Stored data:
↓↓↓

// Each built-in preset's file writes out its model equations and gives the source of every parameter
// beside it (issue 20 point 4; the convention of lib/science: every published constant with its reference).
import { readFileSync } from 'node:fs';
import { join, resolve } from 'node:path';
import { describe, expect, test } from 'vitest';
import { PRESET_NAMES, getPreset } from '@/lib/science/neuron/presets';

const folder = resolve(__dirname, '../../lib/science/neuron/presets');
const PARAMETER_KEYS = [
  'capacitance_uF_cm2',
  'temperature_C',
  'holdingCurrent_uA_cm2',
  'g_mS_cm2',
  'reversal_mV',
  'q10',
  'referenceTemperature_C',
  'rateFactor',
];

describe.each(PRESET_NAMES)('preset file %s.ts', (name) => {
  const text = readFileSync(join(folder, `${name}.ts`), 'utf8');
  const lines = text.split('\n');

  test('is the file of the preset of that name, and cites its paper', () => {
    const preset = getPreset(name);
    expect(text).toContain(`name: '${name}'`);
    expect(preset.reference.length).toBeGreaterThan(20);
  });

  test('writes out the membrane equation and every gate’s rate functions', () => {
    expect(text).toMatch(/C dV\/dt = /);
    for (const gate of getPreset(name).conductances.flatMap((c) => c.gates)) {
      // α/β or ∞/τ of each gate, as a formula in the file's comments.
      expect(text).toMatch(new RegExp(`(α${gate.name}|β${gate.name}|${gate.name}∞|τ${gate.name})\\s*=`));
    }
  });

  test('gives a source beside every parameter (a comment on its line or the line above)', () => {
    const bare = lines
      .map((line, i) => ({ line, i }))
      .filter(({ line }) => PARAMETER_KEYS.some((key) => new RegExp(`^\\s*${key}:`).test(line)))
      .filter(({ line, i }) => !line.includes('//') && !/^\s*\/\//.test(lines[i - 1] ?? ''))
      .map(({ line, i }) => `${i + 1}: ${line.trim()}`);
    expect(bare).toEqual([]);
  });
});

↑↑↑
↓↓↓

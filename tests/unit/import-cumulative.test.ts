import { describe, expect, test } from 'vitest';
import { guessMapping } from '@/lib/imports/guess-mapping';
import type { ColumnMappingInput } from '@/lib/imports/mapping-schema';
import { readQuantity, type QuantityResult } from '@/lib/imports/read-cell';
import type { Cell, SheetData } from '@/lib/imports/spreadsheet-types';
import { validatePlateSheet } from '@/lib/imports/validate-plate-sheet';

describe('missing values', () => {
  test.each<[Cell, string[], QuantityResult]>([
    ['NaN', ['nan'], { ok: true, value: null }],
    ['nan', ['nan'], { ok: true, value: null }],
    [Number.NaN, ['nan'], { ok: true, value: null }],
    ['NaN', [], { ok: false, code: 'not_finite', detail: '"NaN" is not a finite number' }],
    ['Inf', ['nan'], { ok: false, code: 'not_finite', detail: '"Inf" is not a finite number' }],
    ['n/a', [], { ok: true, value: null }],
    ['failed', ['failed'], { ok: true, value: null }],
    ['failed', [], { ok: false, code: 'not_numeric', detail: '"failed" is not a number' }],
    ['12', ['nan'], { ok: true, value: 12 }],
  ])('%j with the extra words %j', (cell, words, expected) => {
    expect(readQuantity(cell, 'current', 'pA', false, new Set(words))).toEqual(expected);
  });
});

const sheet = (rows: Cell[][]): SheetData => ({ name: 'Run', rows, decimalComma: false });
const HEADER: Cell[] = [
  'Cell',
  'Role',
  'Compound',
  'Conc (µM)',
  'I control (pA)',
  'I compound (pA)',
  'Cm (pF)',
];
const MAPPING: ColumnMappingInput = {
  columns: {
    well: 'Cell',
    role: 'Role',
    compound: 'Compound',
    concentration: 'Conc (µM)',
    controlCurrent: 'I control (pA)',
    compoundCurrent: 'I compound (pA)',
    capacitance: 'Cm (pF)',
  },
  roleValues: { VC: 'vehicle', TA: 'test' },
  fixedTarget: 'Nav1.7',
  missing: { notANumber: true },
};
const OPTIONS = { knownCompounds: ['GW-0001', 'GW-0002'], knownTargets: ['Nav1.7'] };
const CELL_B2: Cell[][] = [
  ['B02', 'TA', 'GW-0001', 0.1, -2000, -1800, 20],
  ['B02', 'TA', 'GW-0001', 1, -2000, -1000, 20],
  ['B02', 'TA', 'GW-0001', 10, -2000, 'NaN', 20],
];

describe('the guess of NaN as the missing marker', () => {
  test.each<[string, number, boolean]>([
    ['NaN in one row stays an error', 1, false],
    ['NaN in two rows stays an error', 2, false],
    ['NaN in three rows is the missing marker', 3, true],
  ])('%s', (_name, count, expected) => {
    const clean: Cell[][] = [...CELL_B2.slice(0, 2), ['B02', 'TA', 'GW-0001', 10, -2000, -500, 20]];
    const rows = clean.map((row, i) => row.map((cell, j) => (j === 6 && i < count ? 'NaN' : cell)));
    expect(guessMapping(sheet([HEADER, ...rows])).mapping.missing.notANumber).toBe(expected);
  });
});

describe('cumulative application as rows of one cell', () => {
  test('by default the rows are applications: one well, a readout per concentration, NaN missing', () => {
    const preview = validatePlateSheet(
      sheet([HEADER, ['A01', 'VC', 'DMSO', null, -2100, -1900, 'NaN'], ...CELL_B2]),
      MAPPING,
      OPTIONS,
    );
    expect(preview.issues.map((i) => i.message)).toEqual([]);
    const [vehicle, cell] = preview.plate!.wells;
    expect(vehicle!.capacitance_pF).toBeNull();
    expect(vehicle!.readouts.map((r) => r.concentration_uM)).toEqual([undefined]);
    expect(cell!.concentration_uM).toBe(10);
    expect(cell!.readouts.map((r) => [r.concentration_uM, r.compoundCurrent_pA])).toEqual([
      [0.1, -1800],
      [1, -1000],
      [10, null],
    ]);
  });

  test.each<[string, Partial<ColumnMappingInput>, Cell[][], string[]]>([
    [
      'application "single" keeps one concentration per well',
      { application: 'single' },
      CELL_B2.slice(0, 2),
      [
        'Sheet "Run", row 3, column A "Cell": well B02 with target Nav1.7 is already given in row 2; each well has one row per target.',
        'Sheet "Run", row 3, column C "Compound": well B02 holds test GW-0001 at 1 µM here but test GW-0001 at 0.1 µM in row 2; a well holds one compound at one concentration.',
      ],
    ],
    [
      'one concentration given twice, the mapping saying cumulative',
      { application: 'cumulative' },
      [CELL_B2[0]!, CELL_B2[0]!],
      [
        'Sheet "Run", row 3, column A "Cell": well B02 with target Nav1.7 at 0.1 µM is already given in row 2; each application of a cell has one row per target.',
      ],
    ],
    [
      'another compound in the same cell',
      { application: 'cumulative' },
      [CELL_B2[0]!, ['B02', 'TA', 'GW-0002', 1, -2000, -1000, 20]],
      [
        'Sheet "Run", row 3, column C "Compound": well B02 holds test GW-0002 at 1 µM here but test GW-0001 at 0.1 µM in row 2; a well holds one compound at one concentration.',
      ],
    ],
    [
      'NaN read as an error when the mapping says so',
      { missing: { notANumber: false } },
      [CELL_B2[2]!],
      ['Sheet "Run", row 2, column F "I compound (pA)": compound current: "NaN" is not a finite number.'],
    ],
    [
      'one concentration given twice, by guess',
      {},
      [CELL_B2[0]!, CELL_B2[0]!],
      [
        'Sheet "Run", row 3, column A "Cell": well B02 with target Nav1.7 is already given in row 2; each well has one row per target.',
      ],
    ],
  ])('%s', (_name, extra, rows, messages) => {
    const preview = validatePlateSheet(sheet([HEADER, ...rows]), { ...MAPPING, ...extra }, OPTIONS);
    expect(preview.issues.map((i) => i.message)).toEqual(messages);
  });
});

↑↑↑

From the records above, copy every line that includes the word "issues".

> _Written reply_
    expect(preview.issues.map((i) => i.message)).toEqual([]);
    expect(preview.issues.map((i) => i.message)).toEqual(messages);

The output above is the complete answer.